§ **Excerpted data**:
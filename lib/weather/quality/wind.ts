/** Anemometers that do not turn. */
import type { SiteObservations } from '../variable.ts';
import { brokenRuns, daysText, type Flag, seriesOf, withUnit } from './flag.ts';

/** Mean of a day below which the cups are taken to stand [m s⁻¹]. Source: FAO-56 Annex 5, below 0.5 m/s all day. */
export const STILL = 0.5;
/** Mean of a day that is worth a look [m s⁻¹]. Source: ASCE-EWRI 2005 Appendix D (recalled), below about 1 m/s. */
export const LOW = 1;
/** Fewest days in a row of low wind that are noted [d]; the product's own. */
const LOW_DAYS = 5;

/** Days whose mean wind is below 0.5 m/s, and stretches below 1 m/s. Source: as rule `wind-still`. */
export function checkStillWind(observations: SiteObservations, site: number): Flag[] {
  const wind = seriesOf(observations, 'wind_speed_m_s', site);
  if (!wind) return [];
  const flag =
    (severity: 'note' | 'suspect', limit: number, says: string) =>
    ({ first, last, worst }: { first: number; last: number; worst: number }): Flag => ({
      ...{ site, variable: 'wind_speed_m_s', rule: 'wind-still', severity, firstDay: first, lastDay: last, value: wind[worst], limit },
      detail: `Mean wind of ${withUnit(wind[worst], 'wind_speed_m_s')} ${daysText(observations, first, last)} is below ${withUnit(limit, 'wind_speed_m_s')}. ${says}`,
    });
  const still = brokenRuns(wind.length, (day) => STILL - wind[day]).map(
    flag(
      'suspect',
      STILL,
      'Hardly any open site is that calm for a whole day: the cups may stand. Clean or change the bearing, and reject the days.',
    ),
  );
  const isStill = new Uint8Array(wind.length);
  for (const run of still) isStill.fill(1, run.firstDay, run.lastDay + 1);
  const low = brokenRuns(wind.length, (day) => (isStill[day] ? Number.NaN : LOW - wind[day]))
    .filter(({ first, last }) => last - first + 1 >= LOW_DAYS)
    .map(flag('note', LOW, 'Calm weather, a sheltered mast or a stiff bearing: compare with neighbours.'));
  return [...still, ...low];
}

§ **Exercise aim**: Produce an exact copy of the lines from the one containing "const still = brokenRuns(wind.length, (day)" through the final line of the data, both ends included, and only those.

§ **Your solution**:
  const still = brokenRuns(wind.length, (day) => STILL - wind[day]).map(
    flag(
      'suspect',
      STILL,
      'Hardly any open site is that calm for a whole day: the cups may stand. Clean or change the bearing, and reject the days.',
    ),
  );
  const isStill = new Uint8Array(wind.length);
  for (const run of still) isStill.fill(1, run.firstDay, run.lastDay + 1);
  const low = brokenRuns(wind.length, (day) => (isStill[day] ? Number.NaN : LOW - wind[day]))
    .filter(({ first, last }) => last - first + 1 >= LOW_DAYS)
    .map(flag('note', LOW, 'Calm weather, a sheltered mast or a stiff bearing: compare with neighbours.'));
  return [...still, ...low];
}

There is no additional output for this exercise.